Your goal:
Records follow. Pull out every line that contains "there".

═════ Given records

import { describe, expect, it } from "vitest";
import { STATE_LOOKS, stateLook } from "~/lib/states.ts";
import { formatDate, formatDateTime } from "~/lib/dates.ts";
import { currentPlace, labNavItems } from "~/components/lab-nav.tsx";
import { breadcrumbs } from "~/components/breadcrumbs.tsx";
import { runState, studyState } from "~/server/db/schema/studies.ts";
import { CALIBRATION_STATE_LABELS } from "~/domain/calibration.ts";

const LAB = "11111111-1111-4111-8111-111111111111";
const STUDY = "22222222-2222-4222-8222-222222222222";

describe("one shape and one word per state", () => {
  it("covers every study and run state and every calibration state", () => {
    for (const s of studyState.enumValues) expect(stateLook("study", s).word.length).toBeGreaterThan(0);
    for (const s of runState.enumValues) expect(stateLook("run", s).word.length).toBeGreaterThan(0);
    for (const [s, word] of Object.entries(CALIBRATION_STATE_LABELS)) expect(stateLook("calibration", s).word).toBe(word);
    expect(() => stateLook("study", "nonsense")).toThrow();
  });

  it("no shape means two states anywhere in the app", () => {
    const shapes = Object.values(STATE_LOOKS).flatMap((kind) => Object.values(kind).map((l) => l.shape));
    expect(new Set(shapes).size).toBe(shapes.length);
  });
});

describe("dates through Intl.DateTimeFormat", () => {
  it("shows a calendar date as written and a time with its zone", () => {
    // Source: ECMA-402 DateTimeFormat, en-GB pattern "d MMM y" (common practice for the locale).
    expect(formatDate("2026-12-02")).toBe("2 Dec 2026");
    expect(formatDateTime("2026-12-02T13:05:09Z")).toBe("2 Dec 2026, 13:05 UTC");
    expect(formatDateTime(new Date("2026-07-01T23:30:00Z"), "Europe/Berlin")).toMatch(/^2 Jul 2026, 01:30 (CEST|GMT\+2)$/);
  });
});

describe("lab navigation", () => {
  it("offers each role its places", () => {
    expect(labNavItems(LAB, "tester").map((i) => i.label)).toEqual(["Home", "My runs", "Protocols"]);
    expect(labNavItems(LAB, "analyst").map((i) => i.label)).toEqual(["Home", "Results", "Quality", "Protocols"]);
    expect(labNavItems(LAB, "lead").map((i) => i.label)).toEqual(["Home", "Studies", "Protocols", "Library", "Results", "Quality", "Members"]);
  });

  it("marks the place a path belongs to", () => {
    const lead = labNavItems(LAB, "lead");
    expect(currentPlace(lead, LAB, `/labs/${LAB}`)).toBe("home");
    expect(currentPlace(lead, LAB, `/labs/${LAB}/studies/${STUDY}/design/arms`)).toBe("studies");
    expect(currentPlace(lead, LAB, `/labs/${LAB}/studies/${STUDY}/results`)).toBe("results");
    expect(currentPlace(lead, LAB, `/labs/${LAB}/instruments/${STUDY}`)).toBe("library");
    expect(currentPlace(lead, LAB, `/labs/${LAB}/audit`)).toBe("members");
    expect(currentPlace(labNavItems(LAB, "tester"), LAB, "/bench")).toBe("bench");
    expect(currentPlace(labNavItems(LAB, "tester"), LAB, `/labs/${LAB}/bench/runs/${STUDY}`)).toBe("bench");
    expect(currentPlace(lead, LAB, "/account")).toBeNull();
  });

  it("builds breadcrumbs from the page's own data, with links only to pages the role can open", () => {
    const lab = { id: LAB, name: "Lab X", role: "lead" };
    const data = { study: { id: STUDY, shortName: "T-9" } };
    expect(breadcrumbs(`/labs/${LAB}/studies`, lab, data)).toEqual([]);
    expect(breadcrumbs(`/labs/${LAB}/studies/${STUDY}/design/arms`, lab, data)).toEqual([
      { label: "Lab X", to: `/labs/${LAB}` },
      { label: "Studies", to: `/labs/${LAB}/studies` },
      { label: "T-9", to: `/labs/${LAB}/studies/${STUDY}` },
      { label: "Design", to: null },
      { label: "Arms", to: null },
    ]);
    const analyst = breadcrumbs(`/labs/${LAB}/studies/${STUDY}/results`, { ...lab, role: "analyst" }, data);
    expect(analyst.map((c) => c.to)).toEqual([`/labs/${LAB}`, null, null, null]);
    // An id with no name in the page's data is not looked up elsewhere.
    expect(breadcrumbs(`/labs/${LAB}/bench/runs/${STUDY}`, { ...lab, role: "tester" }, {}).map((c) => c.label)).toEqual(["Lab X", "Bench", "Run"]);
  });
});
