import { describe, expect, it } from "vitest";
import { canonicalTimeZone, LabSettingsSchema } from "~/lib/time-zone.ts";
import { formatDateTime } from "~/lib/dates.ts";

describe("lab time zone", () => {
  it("accepts IANA zones and UTC", () => {
    for (const zone of ["UTC", "Europe/Berlin", "America/Chicago", "Asia/Kolkata", "Pacific/Auckland"]) expect(canonicalTimeZone(zone)).toBe(zone);
  });
  it("refuses what is not an IANA zone: offsets, made-up regions, empty, markup", () => {
    for (const zone of ["+01:00", "GMT+2", "Mars/Olympus_Mons", "Europe/Nowhere", "", "<script>", "Europe/../Berlin"]) expect(canonicalTimeZone(zone), zone).toBeNull();
  });
  it("the form schema gives a clear message for a zone that is not IANA", () => {
    const parsed = LabSettingsSchema.safeParse({ timeZone: "Mars/Olympus_Mons" });
    expect(parsed.success).toBe(false);
    expect(parsed.error?.issues[0].message).toMatch(/is not an IANA time zone/);
    expect(LabSettingsSchema.parse({ timeZone: " Europe/Berlin " }).timeZone).toBe("Europe/Berlin");
  });
  it("a time is shown in the lab's zone with the zone named", () => {
    // Source: IANA tz database, zone Europe/Berlin: UTC+1 (CET) in winter, UTC+2 (CEST) in summer.
    expect(formatDateTime("2026-12-02T13:05:00Z", "Europe/Berlin")).toBe("2 Dec 2026, 14:05 CET");
    expect(formatDateTime("2026-07-02T13:05:00Z", "Europe/Berlin")).toBe("2 Jul 2026, 15:05 CEST");
    expect(formatDateTime("2026-12-02T13:05:00Z", "UTC")).toBe("2 Dec 2026, 13:05 UTC");
  });
});
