# ----------------------------------------------------------------- helpers
def _labels(index: pd.Index | None, positions: np.ndarray) -> list:
    return list(index[positions]) if index is not None else [f"row {p}" for p in positions]


def _as_table(x, name: str) -> tuple[np.ndarray, pd.Index | None, pd.Index | None]:
    """2-D float array (areas x groups), plus row index and column labels when known."""
    if isinstance(x, pd.DataFrame):
        values, index, columns = x.to_numpy(), x.index, x.columns
    elif isinstance(x, pd.Series):
        values, index, columns = x.to_numpy()[:, None], x.index, None
    else:
        values, index, columns = np.asarray(x), None, None
        if values.ndim == 1:
            values = values[:, None]
    try:
        values = np.asarray(values, dtype=float)
    except (TypeError, ValueError):
        raise InputError(f"The {name} must be numbers; some values are not.") from None
    if values.ndim != 2:
        raise InputError(
            f"The {name} must be a table of areas x age groups (1-D or 2-D); got "
            f"{values.ndim} dimensions."
        )
    _check_counts(values, name, index)
    return values, index, columns


def _check_counts(values: np.ndarray, name: str, index: pd.Index | None) -> None:
    bad_rows = ~np.isfinite(values).reshape(values.shape[0], -1).all(axis=1)
    if bad_rows.any():
        raise InputError(
            f"The {name} have missing or infinite values in {bad_rows.sum()} area(s) "
            f"({format_examples(_labels(index, np.flatnonzero(bad_rows)))}). Fill them "
            "(0 where there were none) or drop those areas."
        )
    neg_rows = (values < 0).reshape(values.shape[0], -1).any(axis=1)
    if neg_rows.any():
        raise InputError(
            f"The {name} have negative values in {neg_rows.sum()} area(s) "
            f"({format_examples(_labels(index, np.flatnonzero(neg_rows)))}). They must be >= 0."
        )


def _align_tables(cases, population, func: str):
    """Check and align cases and population tables; return arrays, index, columns."""
    c, c_idx, c_cols = _as_table(cases, "cases")
    p, p_idx, p_cols = _as_table(population, "population")
    if c_cols is not None and p_cols is not None:
        missing = c_cols.difference(p_cols)
        extra = p_cols.difference(c_cols)
        if len(missing) or len(extra):
            raise InputError(
                f"{func}: the cases and population tables have different age groups "
                f"(only in cases: {format_examples(missing) or 'none'}; only in population: "
                f"{format_examples(extra) or 'none'}). Use the same age groups in both."
            )
        p = p[:, p_cols.get_indexer(c_cols)]
    if c_idx is not None and p_idx is not None and not c_idx.equals(p_idx):
        pos = p_idx.get_indexer(c_idx)
        missing = c_idx[pos < 0]
        extra = p_idx.difference(c_idx)
        if len(missing) or len(extra) or not p_idx.is_unique:
            raise InputError(
                f"{func}: the cases and population tables cover different areas "
                f"(no population for {format_examples(missing) or 'none'}; no cases row for "
                f"{format_examples(extra) or 'none'}). Give one row per area in both, "
                "with 0 where there were no cases."
            )
        p = p[pos]
    if c.shape != p.shape:
        raise InputError(
            f"{func}: cases have shape {c.shape} (areas x age groups) but population has "
            f"shape {p.shape}. Give one row per area and one column per age group in both."
        )
    index = c_idx if c_idx is not None else p_idx
    columns = c_cols if c_cols is not None else p_cols
    return c, p, index, columns


def _by_age_group(values, columns: pd.Index | None, n_groups: int, what: str, *, exact_set: bool) -> np.ndarray:
    """Per-age-group values (Series or array) in the order of ``columns``."""
    if isinstance(values, pd.Series):
        if columns is None:
            if len(values) != n_groups:
                raise InputError(f"Got {len(values)} {what} for {n_groups} age group(s).")
            out = values.to_numpy(dtype=float)
        else:
            by_text = {str(k): v for k, v in values.items()}
            got = [values[c] if c in values.index else by_text.get(str(c), np.nan) for c in columns]
            out = np.asarray(got, dtype=float)
            missing = [c for c, v in zip(columns, got) if pd.isna(v)]
            if missing:
                raise InputError(
                    f"The {what} have no value for age group(s) {format_examples(missing)} "
                    f"(available: {format_examples(values.index, limit=10)}). Add them, "
                    "or group the data into the same age groups."
                )
            if exact_set:
                col_text = {str(c) for c in columns}
                extra = [k for k in values.index if str(k) not in col_text]
                if extra:
                    raise InputError(
                        f"The {what} have age group(s) that are not in the data "
                        f"({format_examples(extra)}). Use the same age groups in both, so "
                        "that the weights cover the whole standard."
                    )
    else:
        out = np.asarray(values, dtype=float).reshape(-1)
        if out.size != n_groups:
            raise InputError(f"Got {out.size} {what} for {n_groups} age group(s).")
    if not np.isfinite(out).all() or (out < 0).any():
        raise InputError(f"The {what} must be finite numbers >= 0; got {format_examples(out)}.")
    return out


def _per_area(values: np.ndarray, index: pd.Index | None, name: str):
    return pd.Series(values, index=index, name=name) if index is not None else values


def _whole_counts(values: np.ndarray, name: str, index: pd.Index | None) -> None:
    frac = values != np.round(values)
    if frac.any():
        pos = np.flatnonzero(frac.reshape(frac.shape[0], -1).any(axis=1) if frac.ndim > 1 else frac)
        raise InputError(
            f"The {name} must be whole numbers of cases; {pos.size} are not "
            f"({format_examples(_labels(index, pos))}). Exact Poisson intervals need counts."
        )


def _alpha(level: float, func: str) -> float:
    return 1.0 - check_interval(level, "level", func, low=0.0, high=1.0)


# ------------------------------------------------------ Poisson intervals
def _exact_limits(o: np.ndarray, alpha: float) -> tuple[np.ndarray, np.ndarray]:
    """Garwood limits via gamma quantiles (chi2.ppf(q, 2o)/2 == gamma.ppf(q, o))."""
    with np.errstate(invalid="ignore"):
        low = np.where(o > 0, stats.gamma.ppf(alpha / 2, np.maximum(o, 1e-300)), 0.0)
    high = stats.gamma.ppf(1 - alpha / 2, o + 1)
    return low, high


def _poisson_pmf(o: np.ndarray, mu: np.ndarray) -> np.ndarray:
    return np.exp(special.xlogy(o, mu) - mu - special.gammaln(o + 1))


def _midp_tail_low(o: np.ndarray, mu: np.ndarray) -> np.ndarray:
    """P(X > o) + P(X = o)/2 for X ~ Poisson(mu); increases with mu."""
    return special.pdtrc(o, mu) + 0.5 * _poisson_pmf(o, mu)


def _midp_tail_high(o: np.ndarray, mu: np.ndarray) -> np.ndarray:
    """P(X < o) + P(X = o)/2 for X ~ Poisson(mu); decreases with mu."""
    below = np.where(o > 0, special.pdtr(np.maximum(o - 1, 0), mu), 0.0)
    return below + 0.5 * _poisson_pmf(o, mu)


def _bisect(fun, target: float, lo: np.ndarray, hi: np.ndarray, *, increasing: bool) -> np.ndarray:
    """Vectorised bisection for fun(mu) == target on brackets [lo, hi]."""
    lo, hi = lo.astype(float).copy(), hi.astype(float).copy()
    for _ in range(200):
        mid = 0.5 * (lo + hi)
        above = fun(mid) > target
        go_left = above if increasing else ~above
        hi = np.where(go_left, mid, hi)
        lo = np.where(go_left, lo, mid)
        if np.all(hi - lo <= 4 * np.finfo(float).eps * np.maximum(hi, 1e-300)):
            break
    return 0.5 * (lo + hi)


def _midp_limits(o: np.ndarray, alpha: float) -> tuple[np.ndarray, np.ndarray]:
    ex_low, ex_high = _exact_limits(o, alpha)
    flat = o.reshape(-1)
    lo_b, hi_b = ex_low.reshape(-1), ex_high.reshape(-1)
    low = np.zeros_like(flat, dtype=float)
    pos = flat > 0
    if pos.any():
        op = flat[pos]
        low[pos] = _bisect(
            lambda m: _midp_tail_low(op, m), alpha / 2, lo_b[pos], hi_b[pos], increasing=True
        )
    high = _bisect(lambda m: _midp_tail_high(flat, m), alpha / 2, np.zeros_like(hi_b), hi_b, increasing=False)
    return low.reshape(o.shape), high.reshape(o.shape)
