def spatial_window_rates(
    counts,
    denominators,
    graph: AreaGraph,
    *,
    per: float = 1.0,
) -> SmoothedRates:
    """Pooled rate of each area and its neighbours (spatial window / moving-average smoother).

    Parameters
    ----------
    counts, denominators : array-like or pandas.Series, shape (n,)
        As in :func:`global_eb_rates`. Arrays must follow ``graph.ids``.
    graph : AreaGraph
        Neighbour graph; the window of area i is i plus its neighbours.
    per : float, default=1.0
        Report rates per this many units of denominator.

    Returns
    -------
    SmoothedRates
        ``raw_weight`` is n_i / sum of n_j over the window (the share of the
        area's own rate in the pooled rate); ``areas_pooled`` the window size.

    Notes
    -----
    .. math::

        \\theta_i = \\frac{\\sum_{j \\in N(i) \\cup \\{i\\}} y_j}{\\sum_{j \\in N(i) \\cup \\{i\\}} n_j}
                  = w_i r_i + (1 - w_i) \\bar r_{N(i)}, \\qquad
        w_i = \\frac{n_i}{\\sum_{j \\in N(i) \\cup \\{i\\}} n_j}.

    Islands keep their raw rate (their window is themselves). Unlike empirical
    Bayes, the window pools every area the same way whatever its size, so a
    large area with a real excess is diluted by its neighbours, and sharp
    boundaries are blurred. The pooled rate describes the window, not any one
    area or person.

    References
    ----------
    Elliott, P., Wakefield, J. C., Best, N. G. and Briggs, D. J. (eds.) (2000).
    Spatial Epidemiology: Methods and Applications. Oxford University Press
    (chapter on disease mapping; moving-window smoothing).

    Examples
    --------
    >>> g = AreaGraph.from_edges(["A", "B", "C"], [("A", "B"), ("B", "C")])
    >>> spatial_window_rates([2, 10, 30], [100, 400, 900], g).smoothed_rate.round(4).tolist()
    [0.024, 0.03, 0.0308]
    """
    func = "spatial_window_rates"
    per = _check_per(per, func)
    if not isinstance(graph, AreaGraph):
        raise ParameterError(
            f"The 'graph' parameter of {func} must be an AreaGraph. Got {type(graph).__name__} instead."
        )
    d, g = _prepare(counts, denominators, func=func, graph=graph)
    if not d.valid.any():
        raise InputError(f"{func} needs at least one area with a denominator > 0; all are zero.")
    mw = _window_matrix(g)
    sum_y = mw @ d.counts
    sum_n = mw @ d.denominators
    v = d.valid
    r = d.counts[v] / d.denominators[v]
    theta = sum_y[v] / sum_n[v]
    w = d.denominators[v] / sum_n[v]
    pooled = (mw @ v.astype(float))[v].astype(np.int64)
    return _rates_result("spatial window", d, r, theta, w, areas_pooled=pooled, per=per)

══════════

Written answer:
            "(0 where there were none) or drop those areas."
                "with 0 where there were no cases."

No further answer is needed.